◆ **Exercise**: Show every line from the entries that follow which holds the word "subprocess".

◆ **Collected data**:
---------------
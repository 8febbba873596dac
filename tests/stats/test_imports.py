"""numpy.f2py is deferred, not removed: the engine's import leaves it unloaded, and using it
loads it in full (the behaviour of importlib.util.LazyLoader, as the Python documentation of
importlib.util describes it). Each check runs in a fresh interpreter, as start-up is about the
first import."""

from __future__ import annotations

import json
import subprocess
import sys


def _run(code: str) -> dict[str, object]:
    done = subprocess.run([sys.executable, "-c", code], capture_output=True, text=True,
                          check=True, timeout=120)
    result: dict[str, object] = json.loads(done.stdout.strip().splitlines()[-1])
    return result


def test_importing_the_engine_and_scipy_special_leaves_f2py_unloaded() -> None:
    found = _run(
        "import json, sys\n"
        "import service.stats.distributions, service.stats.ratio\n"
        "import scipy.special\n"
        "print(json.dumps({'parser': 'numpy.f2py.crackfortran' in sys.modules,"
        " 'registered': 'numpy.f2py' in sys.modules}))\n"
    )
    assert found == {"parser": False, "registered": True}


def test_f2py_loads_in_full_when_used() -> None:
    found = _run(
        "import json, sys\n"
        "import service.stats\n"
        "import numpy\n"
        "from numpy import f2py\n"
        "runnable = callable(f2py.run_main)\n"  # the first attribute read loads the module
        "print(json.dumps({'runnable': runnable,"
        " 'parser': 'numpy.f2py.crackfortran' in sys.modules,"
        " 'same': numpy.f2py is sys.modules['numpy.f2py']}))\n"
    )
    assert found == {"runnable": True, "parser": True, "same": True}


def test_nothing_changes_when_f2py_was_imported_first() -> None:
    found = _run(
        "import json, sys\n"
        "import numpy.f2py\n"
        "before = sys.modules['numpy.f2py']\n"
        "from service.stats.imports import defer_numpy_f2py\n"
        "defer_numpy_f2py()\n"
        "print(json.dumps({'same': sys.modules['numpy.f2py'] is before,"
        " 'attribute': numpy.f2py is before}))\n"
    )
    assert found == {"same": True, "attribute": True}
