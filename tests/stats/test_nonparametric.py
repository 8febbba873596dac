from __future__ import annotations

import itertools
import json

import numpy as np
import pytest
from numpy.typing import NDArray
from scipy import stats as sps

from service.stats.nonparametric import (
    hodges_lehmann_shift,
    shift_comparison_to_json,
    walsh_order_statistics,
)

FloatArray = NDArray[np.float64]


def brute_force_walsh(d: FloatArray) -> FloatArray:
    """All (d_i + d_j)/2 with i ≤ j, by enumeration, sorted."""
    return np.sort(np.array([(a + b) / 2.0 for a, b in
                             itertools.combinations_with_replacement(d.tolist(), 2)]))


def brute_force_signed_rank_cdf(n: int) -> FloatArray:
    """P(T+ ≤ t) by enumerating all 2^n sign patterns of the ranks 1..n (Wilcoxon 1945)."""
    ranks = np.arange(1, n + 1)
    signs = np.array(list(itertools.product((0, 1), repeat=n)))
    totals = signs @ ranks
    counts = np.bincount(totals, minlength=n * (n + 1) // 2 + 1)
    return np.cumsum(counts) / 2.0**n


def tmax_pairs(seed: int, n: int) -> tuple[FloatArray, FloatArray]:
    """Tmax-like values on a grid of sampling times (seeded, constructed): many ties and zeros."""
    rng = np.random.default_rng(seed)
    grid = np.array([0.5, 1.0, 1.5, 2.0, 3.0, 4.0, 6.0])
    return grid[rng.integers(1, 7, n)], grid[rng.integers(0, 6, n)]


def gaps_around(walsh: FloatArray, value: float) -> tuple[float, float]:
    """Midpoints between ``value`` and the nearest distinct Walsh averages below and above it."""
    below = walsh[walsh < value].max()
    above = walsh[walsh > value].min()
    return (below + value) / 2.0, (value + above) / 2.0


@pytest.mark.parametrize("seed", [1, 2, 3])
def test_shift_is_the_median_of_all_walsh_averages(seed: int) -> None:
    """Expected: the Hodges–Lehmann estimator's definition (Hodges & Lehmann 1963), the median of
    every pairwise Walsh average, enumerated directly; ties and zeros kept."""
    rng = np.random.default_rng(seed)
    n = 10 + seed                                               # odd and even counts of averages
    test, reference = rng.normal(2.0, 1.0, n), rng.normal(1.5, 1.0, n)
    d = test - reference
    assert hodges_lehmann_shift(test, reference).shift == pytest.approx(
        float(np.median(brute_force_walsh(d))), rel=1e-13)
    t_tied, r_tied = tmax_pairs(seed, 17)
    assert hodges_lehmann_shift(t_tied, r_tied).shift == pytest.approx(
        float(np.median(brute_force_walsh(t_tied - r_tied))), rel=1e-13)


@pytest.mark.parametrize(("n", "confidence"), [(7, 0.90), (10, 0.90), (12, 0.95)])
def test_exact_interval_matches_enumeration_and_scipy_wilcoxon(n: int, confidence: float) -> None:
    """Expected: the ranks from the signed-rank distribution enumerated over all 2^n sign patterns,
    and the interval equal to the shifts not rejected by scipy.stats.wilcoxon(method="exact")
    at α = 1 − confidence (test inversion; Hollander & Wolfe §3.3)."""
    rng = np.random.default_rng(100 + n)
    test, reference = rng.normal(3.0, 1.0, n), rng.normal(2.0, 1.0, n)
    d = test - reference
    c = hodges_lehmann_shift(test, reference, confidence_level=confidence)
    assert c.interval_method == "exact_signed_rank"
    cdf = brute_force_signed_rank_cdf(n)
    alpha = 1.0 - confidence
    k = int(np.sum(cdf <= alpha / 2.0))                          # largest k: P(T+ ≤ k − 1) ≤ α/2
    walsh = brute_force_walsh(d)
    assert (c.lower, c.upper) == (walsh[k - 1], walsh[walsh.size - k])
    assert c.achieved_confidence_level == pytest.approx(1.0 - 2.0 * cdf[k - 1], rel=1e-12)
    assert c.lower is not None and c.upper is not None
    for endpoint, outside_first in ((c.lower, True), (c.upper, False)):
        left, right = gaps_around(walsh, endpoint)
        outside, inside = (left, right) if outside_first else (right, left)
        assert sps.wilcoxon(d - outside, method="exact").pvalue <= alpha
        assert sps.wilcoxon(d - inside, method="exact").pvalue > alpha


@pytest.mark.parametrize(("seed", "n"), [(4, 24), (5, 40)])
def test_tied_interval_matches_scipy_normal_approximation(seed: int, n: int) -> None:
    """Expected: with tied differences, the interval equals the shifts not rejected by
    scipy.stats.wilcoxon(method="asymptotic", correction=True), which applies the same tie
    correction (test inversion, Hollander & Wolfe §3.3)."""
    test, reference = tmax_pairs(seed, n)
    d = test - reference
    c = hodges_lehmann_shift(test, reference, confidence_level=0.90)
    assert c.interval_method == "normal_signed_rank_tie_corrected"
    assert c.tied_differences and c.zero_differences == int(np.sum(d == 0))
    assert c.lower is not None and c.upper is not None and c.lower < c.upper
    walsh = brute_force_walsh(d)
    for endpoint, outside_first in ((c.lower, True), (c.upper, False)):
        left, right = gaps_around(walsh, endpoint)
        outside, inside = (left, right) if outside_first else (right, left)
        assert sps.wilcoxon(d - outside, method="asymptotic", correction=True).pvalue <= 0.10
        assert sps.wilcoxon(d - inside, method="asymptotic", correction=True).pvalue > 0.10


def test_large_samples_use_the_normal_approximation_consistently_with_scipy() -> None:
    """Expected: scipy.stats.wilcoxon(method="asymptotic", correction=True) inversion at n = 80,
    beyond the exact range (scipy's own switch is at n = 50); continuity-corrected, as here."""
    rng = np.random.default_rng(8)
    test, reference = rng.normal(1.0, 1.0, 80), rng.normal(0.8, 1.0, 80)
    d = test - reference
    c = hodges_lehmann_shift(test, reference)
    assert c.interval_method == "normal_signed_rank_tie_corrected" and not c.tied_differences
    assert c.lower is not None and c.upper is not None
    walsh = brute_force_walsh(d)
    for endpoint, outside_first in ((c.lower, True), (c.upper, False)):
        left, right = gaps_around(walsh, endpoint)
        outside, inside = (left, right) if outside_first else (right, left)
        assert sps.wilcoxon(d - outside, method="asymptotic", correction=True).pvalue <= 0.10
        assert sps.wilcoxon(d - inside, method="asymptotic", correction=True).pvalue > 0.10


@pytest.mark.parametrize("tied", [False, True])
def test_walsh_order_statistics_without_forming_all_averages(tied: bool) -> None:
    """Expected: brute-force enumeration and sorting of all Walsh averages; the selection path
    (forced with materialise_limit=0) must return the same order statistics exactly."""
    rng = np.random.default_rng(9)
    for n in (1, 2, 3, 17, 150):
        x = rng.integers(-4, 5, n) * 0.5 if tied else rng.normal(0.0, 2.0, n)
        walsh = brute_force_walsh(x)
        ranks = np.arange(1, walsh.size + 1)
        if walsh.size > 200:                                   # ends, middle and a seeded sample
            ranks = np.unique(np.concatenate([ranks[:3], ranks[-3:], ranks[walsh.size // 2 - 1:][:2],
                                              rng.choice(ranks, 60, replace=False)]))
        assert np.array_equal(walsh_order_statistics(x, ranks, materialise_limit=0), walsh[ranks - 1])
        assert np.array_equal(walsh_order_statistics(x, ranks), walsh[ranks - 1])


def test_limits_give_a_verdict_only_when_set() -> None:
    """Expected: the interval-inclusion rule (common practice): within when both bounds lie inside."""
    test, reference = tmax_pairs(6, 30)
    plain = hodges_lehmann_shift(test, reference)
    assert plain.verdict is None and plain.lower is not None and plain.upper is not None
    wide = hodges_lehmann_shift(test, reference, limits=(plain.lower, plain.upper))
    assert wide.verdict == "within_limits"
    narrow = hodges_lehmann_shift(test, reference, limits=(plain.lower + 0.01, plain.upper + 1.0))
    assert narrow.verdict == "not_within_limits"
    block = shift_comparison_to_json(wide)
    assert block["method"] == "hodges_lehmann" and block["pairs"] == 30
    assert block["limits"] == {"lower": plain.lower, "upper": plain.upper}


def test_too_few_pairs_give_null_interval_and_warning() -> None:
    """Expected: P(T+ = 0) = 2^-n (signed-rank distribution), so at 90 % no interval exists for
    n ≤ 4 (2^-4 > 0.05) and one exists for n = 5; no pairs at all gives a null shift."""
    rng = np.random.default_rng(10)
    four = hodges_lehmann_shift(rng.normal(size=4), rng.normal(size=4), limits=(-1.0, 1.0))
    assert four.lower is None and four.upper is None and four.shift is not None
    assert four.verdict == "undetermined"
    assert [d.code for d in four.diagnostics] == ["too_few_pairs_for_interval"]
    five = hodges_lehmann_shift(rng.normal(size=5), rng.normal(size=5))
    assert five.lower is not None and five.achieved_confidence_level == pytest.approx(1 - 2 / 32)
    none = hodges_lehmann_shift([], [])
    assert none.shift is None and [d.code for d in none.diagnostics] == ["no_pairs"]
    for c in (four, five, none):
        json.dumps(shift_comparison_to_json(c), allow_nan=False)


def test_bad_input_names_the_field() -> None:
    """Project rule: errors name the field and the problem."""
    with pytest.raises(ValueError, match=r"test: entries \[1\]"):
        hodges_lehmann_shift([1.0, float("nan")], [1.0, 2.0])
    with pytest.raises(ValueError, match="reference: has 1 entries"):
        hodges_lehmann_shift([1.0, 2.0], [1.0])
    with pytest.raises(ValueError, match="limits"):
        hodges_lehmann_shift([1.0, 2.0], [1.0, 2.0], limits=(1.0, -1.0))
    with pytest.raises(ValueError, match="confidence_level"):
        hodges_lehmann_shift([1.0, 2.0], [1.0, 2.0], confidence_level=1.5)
---------------
◆ **Worked solution**:
import subprocess
    done = subprocess.run([sys.executable, "-c", code], capture_output=True, text=True,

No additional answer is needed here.